== Segment start ==

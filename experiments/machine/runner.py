"""The machine runner: every item of a study's bank, for every solver and seed, logged and cached.

Each solver x seed is one session (``<name>-s<seed>``) written through
:class:`twofold.study.logs.TrialLogWriter` under ``<study>/logs/machine/``. Each trial renders the
item in the solver's medium and mode, calls ``solve``, scores the answer with the item's family and
logs the result. Every finished trial is first committed to the study's trial cache
(:class:`~twofold.experiments.machine.cache.TrialCache`) and then appended to the CSV; a rerun
rebuilds each CSV from the cache (so nothing is duplicated) and runs only what is missing.

Trial outcomes
--------------
``ok``: answered and scored (``correct`` true/false, ``error_type`` for wrong answers).
``invalid``: an answer that could not be read or scored (no answer, unparseable text, a choice
out of range); ``correct`` is false and ``detail`` holds the raw answer.
``timeout`` / ``failed``: the solver gave no answer (too slow, crashed, HTTP errors after retries);
``correct`` is empty and ``detail`` holds the reason. The sweep goes on in every case.

Reruns, failures and identity
-----------------------------
A rerun keeps ``ok`` and ``invalid`` trials and runs ``failed`` and ``timeout`` trials again
(``keep_failures=True`` keeps them too). The cache key holds the solver's name and identity (its
spec, options and the ``version`` it declares), so a changed solver starts afresh instead of
replaying old answers; ``fresh=True`` discards the named solvers' cached trials first. Only one
sweep runs on a study at a time (:class:`~twofold.experiments.machine.lock.SweepLock`). Worker
processes are killed with their parent. Secrets (header values, a command child's environment,
an API key) are written as ``***`` wherever they would appear in a log, sidecar or the cache.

== Segment end ==

* [TASK ITEM] Line by line, set the records above down again exactly.

* [RESPONSE AREA]
filename experiments/machine/runner.py
"""The machine runner: every item of a study's bank, for every solver and seed, logged and cached.

Each solver x seed is one session (``<name>-s<seed>``) written through
:class:`twofold.study.logs.TrialLogWriter` under ``<study>/logs/machine/``. Each trial renders the
item in the solver's medium and mode, calls ``solve``, scores the answer with the item's family and
logs the result. Every finished trial is first committed to the study's trial cache
(:class:`~twofold.experiments.machine.cache.TrialCache`) and then appended to the CSV; a rerun
rebuilds each CSV from the cache (so nothing is duplicated) and runs only what is missing.

Trial outcomes
--------------
``ok``: answered and scored (``correct`` true/false, ``error_type`` for wrong answers).
``invalid``: an answer that could not be read or scored (no answer, unparseable text, a choice
out of range); ``correct`` is false and ``detail`` holds the raw answer.
``timeout`` / ``failed``: the solver gave no answer (too slow, crashed, HTTP errors after retries);
``correct`` is empty and ``detail`` holds the reason. The sweep goes on in every case.

Reruns, failures and identity
-----------------------------
A rerun keeps ``ok`` and ``invalid`` trials and runs ``failed`` and ``timeout`` trials again
(``keep_failures=True`` keeps them too). The cache key holds the solver's name and identity (its
spec, options and the ``version`` it declares), so a changed solver starts afresh instead of
replaying old answers; ``fresh=True`` discards the named solvers' cached trials first. Only one
sweep runs on a study at a time (:class:`~twofold.experiments.machine.lock.SweepLock`). Worker
processes are killed with their parent. Secrets (header values, a command child's environment,
an API key) are written as ``***`` wherever they would appear in a log, sidecar or the cache.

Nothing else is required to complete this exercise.